Ваш отец первым из военных врачей вошел в Освенцим. Он делился воспоминаниями об увиденном?
– То, что предстало его взору в Освенциме, было чудовищно и жутко. Поскольку он знал идиш, ему не составило труда переговорить с освобожденными и понять, что там происходило годами. Он немедленно отправился к начальству и потребовал развернуть госпиталь для оказания медпомощи бывшим узникам. Сначала начальник посчитал подобные действия необязательными: «Это польская территория, пусть поляки и лечат». Но отец стоял на своем: «Здесь отнюдь не польский, а мировой масштаб, и нас не простят, если мы это проигнорируем!» Только после давления отца туда отправили два терапевтических госпиталя, началась активная работа по спасению людей.

 

 

Какие еще сведения об Освенциме оставил Фридлянд в своем дневнике?
– Что в Освенциме были, например, люди, которые после трудового дня поднимались на чердак барака и подробно описывали события: количество уничтоженных, примененные пытки. Все записи помещали в бутылку, которую хорошо закупоривали и через членов зондеркоманды прятали в горах человеческого пепла. Отец воочию лицезрел данную стеклотару.

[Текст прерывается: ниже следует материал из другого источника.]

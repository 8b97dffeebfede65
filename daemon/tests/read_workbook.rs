//! Workbooks: one sample for each thing that they do, and what must hold whatever the bytes are.
//!
//! The workbooks are made here, part by part, after ECMA-376 part 1 (SpreadsheetML) and part 2 (the archive).
#![allow(clippy::unwrap_used, clippy::expect_used, clippy::panic, missing_docs)]

mod read_common;

use std::io::{Cursor, Write};

use read_common::{Whole, ignore_equals, read_all, reader, regex, starts_with};
use revisant_daemon::intake::read::workbook::{Limits, Workbook};
use revisant_daemon::intake::read::{self, FileFault, LineCounts, Row, RowFault};
use revisant_schema::plan::{Format, Header, Reader, Sheet};
use zip::write::SimpleFileOptions;
use zip::{CompressionMethod, ZipWriter};

const MAIN: &str = "http://schemas.openxmlformats.org/spreadsheetml/2006/main";
const KIND: &str = "http://schemas.openxmlformats.org/officeDocument/2006/relationships";
const COLUMNS: [&str; 3] = ["id", "at", "kg"];

/// A workbook to be made.
#[derive(Clone)]
struct Book {
    /// Name, kind and rows of each sheet.
    sheets: Vec<(String, &'static str, String)>,
    /// The texts that cells share, as XML.
    texts: Vec<String>,
    /// How many of them it says there are.
    declared: u64,
    properties: &'static str,
    method: CompressionMethod,
    /// More parts.
    more: Vec<(String, Vec<u8>)>,
    /// Parts that are left out.
    without: Vec<&'static str>,
}

impl Book {
    /// One sheet of these rows.
    fn of(rows: &str) -> Self {
        Self {
            sheets: vec![("Results".into(), "worksheet", rows.into())],
            texts: vec![],
            declared: 3,
            properties: "<workbookPr/>",
            method: CompressionMethod::Deflated,
            more: vec![],
            without: vec![],
        }
    }

    fn texts(mut self, texts: &[&str]) -> Self {
        self.texts = texts.iter().map(|text| (*text).to_owned()).collect();
        self
    }

    fn sheet(mut self, name: &str, kind: &'static str, rows: &str) -> Self {
        self.sheets.push((name.into(), kind, rows.into()));
        self
    }

    fn parts(&self) -> Vec<(String, Vec<u8>)> {
        let head = "<?xml version=\"1.0\" encoding=\"UTF-8\" standalone=\"yes\"?>\n";
        let relations = |of: &str| {
            format!(
                "{head}<Relationships xmlns=\"http://schemas.openxmlformats.org/package/2006/relationships\">{of}</Relationships>"
            )
        };
        let mut list = String::new();
        let mut related =
            format!("<Relationship Id=\"rIdT\" Type=\"{KIND}/sharedStrings\" Target=\"sharedStrings.xml\"/>");
        let mut parts = Vec::new();
        for (index, (name, kind, rows)) in self.sheets.iter().enumerate() {
            let id = index + 1;
            list.push_str(&format!("<sheet name=\"{name}\" sheetId=\"{id}\" r:id=\"rId{id}\"/>"));
            related.push_str(&format!(
                "<Relationship Id=\"rId{id}\" Type=\"{KIND}/{kind}\" Target=\"{kind}s/sheet{id}.xml\"/>"
            ));
            let sheet = format!(
                "{head}<{kind} xmlns=\"{MAIN}\"><dimension ref=\"A1\"/><sheetData>{rows}</sheetData><pageMargins left=\"0.7\"/></{kind}>"
            );
            parts.push((format!("xl/{kind}s/sheet{id}.xml"), sheet.into_bytes()));
        }
        let texts: String = self.texts.iter().map(|text| format!("<si>{text}</si>")).collect();
        let office = format!("<Relationship Id=\"r1\" Type=\"{KIND}/officeDocument\" Target=\"xl/workbook.xml\"/>");
        let workbook = format!(
            "{head}<workbook xmlns=\"{MAIN}\" xmlns:r=\"{KIND}\">{}<sheets>{list}</sheets></workbook>",
            self.properties
        );
        parts.push(("_rels/.rels".into(), relations(&office).into_bytes()));
        parts.push(("xl/_rels/workbook.xml.rels".into(), relations(&related).into_bytes()));
        parts.push(("xl/workbook.xml".into(), workbook.into_bytes()));
        let texts = format!("{head}<sst xmlns=\"{MAIN}\" uniqueCount=\"{}\">{texts}</sst>", self.declared);
        parts.push(("xl/sharedStrings.xml".into(), texts.into_bytes()));
        for (name, bytes) in &self.more {
            parts.retain(|(known, _)| known != name);
            parts.push((name.clone(), bytes.clone()));
        }
        parts.retain(|(name, _)| !self.without.contains(&name.as_str()));
        parts
    }

    fn bytes(&self) -> Vec<u8> {
        archive(&self.parts(), self.method)
    }
}

fn archive(parts: &[(String, Vec<u8>)], method: CompressionMethod) -> Vec<u8> {
    let mut writer = ZipWriter::new(Cursor::new(vec![]));
    for (name, bytes) in parts {
        writer.start_file(name.as_str(), SimpleFileOptions::default().compression_method(method)).unwrap();
        writer.write_all(bytes).unwrap();
    }
    writer.finish().unwrap().into_inner()
}

/// A row of cells, each a kind (`n`, `t` for own text, or XML as it stands with `<`) and what it holds.
fn cells(number: u32, cells: &[&str]) -> String {
    let cell = |(column, cell): (usize, &&str)| {
        let at = format!("{}{number}", char::from(b'A' + column as u8));
        if cell.is_empty() {
            String::new()
        } else if cell.starts_with('<') {
            cell.replace("@", &at)
        } else if cell.parse::<f64>().is_ok() {
            format!("<c r=\"{at}\"><v>{cell}</v></c>")
        } else {
            format!("<c r=\"{at}\" t=\"inlineStr\"><is><t xml:space=\"preserve\">{cell}</t></is></c>")
        }
    };
    let cells: String = cells.iter().enumerate().map(cell).collect();
    format!("<row r=\"{number}\">{cells}</row>")
}

/// Rows from 1 on.
fn table(rows: &[&[&str]]) -> String {
    (1..).zip(rows).map(|(number, row)| cells(number, row)).collect()
}

fn plain() -> Reader {
    let mut reader = reader(None, &COLUMNS);
    reader.format = Format::Workbook { sheet: Sheet::Number(1) };
    reader
}

fn on(sheet: Sheet) -> Reader {
    let mut reader = plain();
    reader.format = Format::Workbook { sheet };
    reader
}

fn whole(reader: &Reader, book: &Book) -> Whole {
    read_all(reader, &book.bytes()).unwrap()
}

fn layout(reader: &Reader, book: &Book) -> String {
    match read_all(reader, &book.bytes()) {
        Err(FileFault::Layout(what)) => what,
        other => panic!("{other:?}"),
    }
}

fn unreadable(bytes: &[u8]) -> String {
    match read_all(&plain(), &bytes.to_vec()) {
        Err(FileFault::Unreadable(what)) => what,
        other => panic!("{other:?}"),
    }
}

/// The texts of the third column, with what is a number marked.
fn values(rows: &[&str]) -> Vec<String> {
    values_of(rows, &[])
}

fn values_of(written: &[&str], texts: &[&str]) -> Vec<String> {
    let mut rows = table(&[&COLUMNS]);
    for (number, written) in (2..).zip(written) {
        rows.push_str(&cells(number, &["S", "1", written]));
    }
    let (reader, bytes) = (plain(), Book::of(&rows).texts(texts).bytes());
    let mut opened = read::open(&reader, &bytes).unwrap();
    let (mut row, mut seen) = (Row::default(), vec![]);
    while opened.next_row(&mut row).unwrap() {
        assert_eq!(row.fault, None);
        seen.push(format!("{}{}", if row.is_number(2) { "#" } else { "" }, row.cell(2)));
    }
    seen
}

#[test]
fn a_plain_table_is_read() {
    let rows = table(&[&["at", "note", "id", "kg"], &["45000.5", "x", "S1", "3.5"], &["45001", "", "S2", "4"]]);
    let seen = whole(&plain(), &Book::of(&rows));
    assert_eq!(seen.good(), [["S1", "45000.5", "3.5"], ["S2", "45001", "4"]]);
    assert_eq!(seen.counts, LineCounts { header: 1, ..LineCounts::default() });
    assert_eq!((seen.lines, seen.rows[1].line, seen.rows[1].lines, seen.rows[1].bytes), (3, 3, 1, None));
    assert_eq!(seen.rows[1].raw, "45001\t\tS2\t4");
}

#[test]
fn a_cell_s_place_is_its_sheet_and_name() {
    let rows = table(&[&["", "at", "id", "kg"], &["", "1", "S1", "3"]]);
    let (reader, bytes) = (plain(), Book::of(&rows).bytes());
    let opened = read::open(&reader, &bytes).unwrap();
    let names: Vec<_> = (0..4).map(|slot| opened.cell_name(7, slot).unwrap()).collect();
    assert_eq!(names, ["Results!C7", "Results!B7", "Results!D7", "Results!A7"]);
}

#[test]
fn numbers_are_in_their_shortest_form_and_no_texts() {
    let written = ["37.299999999999997", "1.0", "-0", "1E3", "<c r=\"@\" t=\"n\"><v> 7 </v></c>"];
    assert_eq!(values(&written), ["#37.3", "#1", "#0", "#1000", "#7"]);
    // A date is a number with a format.
    assert_eq!(values(&["<c r=\"@\" s=\"3\"><v>45915.670138888898</v></c>"]), ["#45915.6701388889"]);
    // What stands where a number should is shown as it is.
    assert_eq!(values(&["<c r=\"@\"><v>1,5</v></c>", "<c r=\"@\"><v>INF</v></c>"]), ["1,5", "INF"]);
}

#[test]
fn texts_stand_as_they_are() {
    let own = |text: &str| format!("<c r=\"@\" t=\"inlineStr\"><is>{text}</is></c>");
    let written = [
        own("<t>12,5</t>"),
        own("<t>007</t>"),
        own("<t xml:space=\"preserve\"> a </t>"),
        own("<r><rPr><b/></rPr><t>bo</t></r><r><t xml:space=\"preserve\">ld </t></r><r><t>er</t></r>"),
        own("<t>東京</t><rPh sb=\"0\" eb=\"2\"><t>トウキョウ</t></rPh><phoneticPr fontId=\"1\"/>"),
        own("<t>a &lt;&amp;&gt; &quot;b&apos; &#xB5;&#181;</t>"),
        own("<t><![CDATA[<x> & y]]></t>"),
        own("<t>one_x000A_two_x005F_x000A_</t>"),
        "<c r=\"@\" t=\"str\"><f>A1</f><v>x&amp;y</v></c>".to_owned(),
        "<c r=\"@\" t=\"d\"><v>2025-03-01T10:00:00</v></c>".to_owned(),
        "<c r=\"@\" t=\"inlineStr\"><v>no</v><is><t>yes</t></is></c>".to_owned(),
    ];
    let written: Vec<&str> = written.iter().map(String::as_str).collect();
    let expected = [
        "12,5",
        "007",
        "a",
        "bold er",
        "東京",
        "a <&> \"b' µµ",
        "<x> & y",
        "one\ntwo_x000A_",
        "x&y",
        "2025-03-01T10:00:00",
        "yes",
    ];
    assert_eq!(values(&written), expected);
    let rows = table(&[&COLUMNS, &["S", " two words ", "1"]]);
    let seen = whole(&plain(), &Book::of(&rows));
    assert_eq!((seen.rows[0].cells[1].as_str(), seen.rows[0].raw.as_str()), ("two words", "S\t two words \t1"));
}

#[test]
fn shared_texts_are_found_by_number() {
    let texts = ["<t>zero</t>", "<r><t>o</t></r><r><t>ne</t></r>", "", "<t> three </t>", "<t>1</t>"];
    let shared = |index: &str| format!("<c r=\"@\" t=\"s\"><v>{index}</v></c>");
    let written: Vec<String> = ["1", "4", "0", "3", "2"].iter().map(|index| shared(index)).collect();
    let written: Vec<&str> = written.iter().map(String::as_str).collect();
    assert_eq!(values_of(&written, &texts), ["one", "1", "zero", "three", ""]);
    for index in ["5", "-1", "x", "4294967295", "99999999999999999999"] {
        let rows = table(&[&COLUMNS, &["S", "1", &shared(index)]]);
        let what = unreadable(&Book::of(&rows).texts(&texts).bytes());
        assert!(what.contains("row 2") && what.contains(index), "{what}");
    }
}

#[test]
fn truth_values_and_errors_are_texts() {
    let written = ["b\"><v>1</v>", "b\"><v>0</v>", "b\"><v>true</v>", "e\"><v>#N/A</v>", "e\"><v>#DIV/0!</v>"];
    let written: Vec<String> = written.iter().map(|cell| format!("<c r=\"@\" t=\"{cell}</c>")).collect();
    let written: Vec<&str> = written.iter().map(String::as_str).collect();
    assert_eq!(values(&written), ["TRUE", "FALSE", "TRUE", "#N/A", "#DIV/0!"]);
}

Фамилии, упомянутые в отцовском дневнике, позже встречались мне среди свидетелей на Нюрнбергском процессе – отцу удалось уговорить какое-то количество людей не уходить из Освенцима, дабы потом свидетельствовать о нечеловеческих злодеяниях гитлеровцев. Сам он при этом отказался выступать свидетелем, имея на этот счет какие-то свои соображения, о которых я не могу судить. В мирной жизни он практически не рассказывал о войне, за исключением нескольких эпизодов.

 

 

Он лично встречался с проявлениями антисемитизма?
– Помню один эпизод, как раз не попавший в отцовские дневники. Когда немцы вторглись на территорию СССР, в штаб пришло негласное указание «с большой осторожностью относиться к евреям» – поскольку те якобы могли перебежать на сторону противника. После этого отца пытались сделать информатором – он отказался. Возможно, в отместку на него не приходил ни один наградной лист. Когда освободили Освенцим, папу хотели представить к званию Героя Советского Союза, однако «первый отдел» не пропустил. Поэтому наград у него всего две: орден Красной Звезды и орден Отечественной войны II степени – за спасение и возвращение в строй тысяч раненых солдат и офицеров.

 

 

Снова о его еврействе вспомнили, когда началось знаменитое «дело врачей». В это время он работал во 2-м Московском медицинском институте, из которого ему предложили уйти «по собственному желанию». И только после смерти Сталина отцу удалось защитить докторскую диссертацию и возглавить кафедру биохимии ярославского медицинского вуза.